O horizonte proposto
J.-M. Nobre-Correia
Televisão : As caraterísticas que dominam os programas dos operadores de
telecomunicações são a mediocridade e a omnipresença da produção
estado-unidense…
Os portugueses admitem tudo. Suportam tudo. Habituam-se a tudo. Nomeadamente no que diz respeito aos operadores de telecomunicações. Operadores que praticam preços exageradamente elevados em comparação com os praticados em países europeus com poder de compra bastante mais elevado. Mas operadores que, em matéria de média tradicionais, propõem programas de televisão de uma inacreditável mediocridade.
Evidentemente,
não se trata aqui de evocar a mediocridade congenital das televisões portuguesas.

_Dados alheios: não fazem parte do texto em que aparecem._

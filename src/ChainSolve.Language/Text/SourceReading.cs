using ChainSolve.Language.Diagnostics;

namespace ChainSolve.Language.Text;

/// <summary>What reading bytes gave: a text, or the fault that kept it from being read.</summary>
/// <param name="Text">The text; null where there is a fault.</param>
/// <param name="Fault">The fault; null where there is a text.</param>
public sealed record SourceReading(SourceText? Text, Diagnostic? Fault);
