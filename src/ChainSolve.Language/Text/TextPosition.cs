namespace ChainSolve.Language.Text;

/// <summary>A place in a text as people count it.</summary>
/// <param name="Line">Line number, from 1.</param>
/// <param name="Column">Column in Unicode scalars, from 1.</param>
public readonly record struct TextPosition(int Line, int Column);
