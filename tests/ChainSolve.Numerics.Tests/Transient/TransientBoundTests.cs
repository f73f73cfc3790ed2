using ChainSolve.Numerics.Iteration;
using ChainSolve.Numerics.Tests.Properties;
using ChainSolve.Numerics.Transient;
using ChainSolve.Tests.Shared.Chains;
using ChainSolve.Tests.Shared.Reference;
using Xunit.Abstractions;

namespace ChainSolve.Numerics.Tests.Transient;

/// <summary>True errors against the bounds that come with the values, on random chains and with the slow reference in 256 bits.</summary>
public class TransientBoundTests(ITestOutputHelper output)
{
    [Fact]
    public void Squaring_RandomChains_ErrorsWithinBoundsOfOneRounding() => Compare(new SquaringSolver(), 250, 1, 8, 1e13, 1.2e-16);

    [Fact]
    public void Squaring_VeryLongTimes_ErrorsWithinBoundsOfOneRounding() => Compare(new SquaringSolver(), 60, 2, 6, 1e18, 1.2e-16);

    [Fact]
    [Trait("Category", "Long")]
    public void Squaring_ThousandsOfRandomChains_ErrorsWithinBoundsOfOneRounding() => Compare(new SquaringSolver(), 4000, 3, 12, 1e15, 1.2e-16);

    [Fact]
    public void Uniformization_RandomChains_ErrorsWithinBoundsOfAFewRoundings() => Compare(new UniformizationSolver(), 250, 4, 8, 3e4, 2.5e-15);

    [Fact]
    public void Uniformization_VeryLongTimes_SettlesWithinItsBoundsOrGivesUp() => Compare(Patient, 300, 6, 8, 1e13, 2.5e-15, 0.3);

    [Fact]
    [Trait("Category", "Long")]
    public void Uniformization_VeryLongTimesOnThousandsOfChains_SettlesWithinItsBoundsOrGivesUp() => Compare(Patient, 5000, 7, 12, 1e14, 2e-14, 0.3);

    [Fact]
    [Trait("Category", "Long")]
    public void Uniformization_ThousandsOfRandomChains_ErrorsWithinBoundsOfAFewRoundings() =>
        Compare(new UniformizationSolver(), 3000, 5, 12, 1e5, 2.5e-15);

    // Chains that nearly fall apart may take all steps up to the last time.
    private static UniformizationSolver Patient => new() { MostWork = 2e7 };

    private void Compare(ITransientSolver solver, int count, int seed, int largest, double highRateTime, double relative, double mostGivenUp = 0)
    {
        var tally = new BoundTally();
        var givenUp = 0;
        for (var k = 0; k < count; k++)
        {
            var random = new Random((seed * 1_000_003) + k);
            var chain = new ChainMaker(random).Make(ChainMaker.Shapes[k % ChainMaker.Shapes.Length], random.Next(1, largest + 1), 1e-9, highRateTime);
            bool[]? alive = random.Next(2) == 0 ? null : [.. Enumerable.Range(0, chain.Count).Select(_ => random.Next(4) > 0)];
            var problem = chain.Problem(chain.Time) with { Alive = alive };
            TransientResult result;
            try
            {
                result = solver.Solve(problem, SolveContext.Default);
            }
            catch (NotConvergedException) when (mostGivenUp > 0)
            {
                givenUp++;
                continue;
            }

            var truth = chain.Reference.DistributionAndTotals(chain.Start, chain.Time, [chain.Rewards], alive);
            void Add(string what, double value, double bound, BigFloat expected)
            {
                tally.Add($"{solver.Name} {what}", chain, $"{what} of {k}", value, bound, expected);
                if (expected > 1e-280)
                {
                    // What decays carries the rounding of its rate times the time.
                    var decay = Math.Max(0, -Math.Log(value)) * 4e-16;
                    Assert.True(bound <= value * (relative + decay), $"{what} of {k}: {value:R} has a bound of {bound / value:G3}, true {expected}, alive {string.Join(",", alive ?? [])}, {result.How}{chain}");
                }
            }

            var mean = BigFloat.Zero;
            for (var i = 0; i < chain.Count; i++)
            {
                Add("probability", result.Distributions![0][i], result.DistributionBounds![0][i], truth[i]);
                mean += truth[i] * chain.Rewards[i];
            }

            Add("rate", result.Rates[0][0].Value, result.Rates[0][0].Bound, mean);
            Add("total", result.Totals[0][0].Value, result.Totals[0][0].Bound, truth[chain.Count]);
        }

        output.WriteLine($"{givenUp} of {count} given up");
        output.WriteLine(tally.Summary());
        Assert.InRange(givenUp, 0, mostGivenUp * count);
        tally.HoldsEverywhere((int)(3 * (1 - mostGivenUp) * count));
    }
}
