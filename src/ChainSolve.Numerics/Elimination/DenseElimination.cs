using ChainSolve.Numerics.Arithmetic;
using ChainSolve.Numerics.Operators;

namespace ChainSolve.Numerics.Elimination;

/// <summary>Elimination on a full matrix, in the order of the states.</summary>
internal sealed class DenseElimination : IElimination
{
    private readonly int count;

    // Above the diagonal the rates at the time of elimination, below it those rates over the pivot of their column.
    private readonly WideNumber[] a;
    private readonly WideNumber[] pivots;

    private DenseElimination(int count)
    {
        this.count = count;
        a = new WideNumber[count * count];
        pivots = new WideNumber[count];
    }

    public double RelativeBound => WideNumber.Epsilon * 4 * (count + 1.0) * (count + 1.0) * (count + 6.0);

    /// <summary>Eliminates all states.</summary>
    /// <param name="chain">The chain between the states.</param>
    /// <param name="toEnd">The rate of each state to the end; null for a chain that has none.</param>
    /// <param name="cancellation">Looked at once a state.</param>
    public static DenseElimination Of(Generator chain, WideNumber[]? toEnd, CancellationToken cancellation)
    {
        var n = chain.StateCount;
        var result = new DenseElimination(n);
        var end = (WideNumber[]?)toEnd?.Clone() ?? new WideNumber[n];
        var a = result.a;
        for (var i = 0; i < n; i++)
        {
            for (var e = chain.Rows.Offsets[i]; e < chain.Rows.Offsets[i + 1]; e++)
            {
                a[(i * n) + chain.Rows.Targets[e]] = chain.Rows.Values[e];
            }
        }

        for (var k = 0; k < n; k++)
        {
            cancellation.ThrowIfCancellationRequested();
            var pivot = end[k];
            for (var j = k + 1; j < n; j++)
            {
                pivot += a[(k * n) + j];
            }

            result.pivots[k] = pivot;
            if (pivot.IsZero)
            {
                EliminationFaults.CheckLast(k, k == n - 1 && toEnd is null);
                continue;
            }

            for (var i = k + 1; i < n; i++)
            {
                if (a[(i * n) + k].IsZero)
                {
                    continue;
                }

                var share = a[(i * n) + k] / pivot;
                a[(i * n) + k] = share;
                end[i] += share * end[k];
                for (var j = k + 1; j < n; j++)
                {
                    if (j != i && !a[(k * n) + j].IsZero)
                    {
                        a[(i * n) + j] += share * a[(k * n) + j];
                    }
                }
            }
        }

        return result;
    }

    public WideNumber[] Stationary()
    {
        var x = new WideNumber[count];
        x[count - 1] = WideNumber.One;
        SpreadBack(x);
        return x;
    }

    public WideNumber[] Sojourns(double[] start)
    {
        var flow = new WideNumber[count];
        for (var k = 0; k < count; k++)
        {
            flow[k] += start[k];
            if (flow[k].IsZero)
            {
                continue;
            }

            var perRate = flow[k] / pivots[k];
            for (var j = k + 1; j < count; j++)
            {
                flow[j] += perRate * a[(k * count) + j];
            }

            flow[k] = perRate;
        }

        SpreadBack(flow);
        return flow;
    }

    public WideNumber[] Earnings(double[] rewards)
    {
        var m = new WideNumber[count];
        for (var i = 0; i < count; i++)
        {
            var sum = (WideNumber)rewards[i];
            for (var k = 0; k < i; k++)
            {
                sum += a[(i * count) + k] * m[k];
            }

            m[i] = sum;
        }

        for (var k = count - 1; k >= 0; k--)
        {
            var sum = m[k];
            for (var j = k + 1; j < count; j++)
            {
                sum += a[(k * count) + j] * m[j];
            }

            m[k] = sum / pivots[k];
        }

        return m;
    }

    /// <summary>Adds to each entry what later ones bring: from the last to the first.</summary>
    private void SpreadBack(WideNumber[] x)
    {
        for (var i = count - 1; i > 0; i--)
        {
            for (var k = 0; k < i && !x[i].IsZero; k++)
            {
                x[k] += x[i] * a[(i * count) + k];
            }
        }
    }
}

Mediocridade de que os operadores de telecomunicações não são responsáveis. Mas
sim da mediocridade global dos programas de origem estrangeira que são propostos
aos assinantes. Com numerosas televisões que emitem em línguas que só meia
dúzia de funcionários de embaixadas estrangeiras compreenderão. E umas tantas
televisões brasileiras cujo nível entra em concorrência direta com o das
portuguesas…
O
mais intolerável é o número de televisões de origem estado-unidense dos mais
diversos géneros. Quando as televisões espanholas, francesas, italianas,
britânicas, alemãs e até belgas, neerlandesas ou suíças são raras ou
inexistentes. Embora Portugal faça parte da mesma área cultural. Para não falar
de outros países de uma União Europeia de que Portugal até é membro. O que põe
em evidência o facto da União Europeia ser antes do mais um mercado comum e não
uma comunidade que partilha um projeto cultural, social e político.
Esta
ausência do projeto comunitário é particularmente posta em evidência pela
programação proposta em matéria de filmes. A predominância estado-unidense é
aterradora. Como se o cinema europeu não existisse ! Um cinema todavia mais
próximo das próprias realidades portuguesas. E um cinema que, como dizia Ingrid
Bergman numa entrevista ao jornal Le
Monde, tem sempre um pano de fundo social. Contrariamente ao cinema
estado-unidense que é globalmente divertimento, distração, “entertainment”. O
que convém perfeitamente aos paladinos da corrente ideológica que domina o
país…
Texto publicado no Diário de Notícias, Lisboa, 23 de agosto de 2014, p. 43.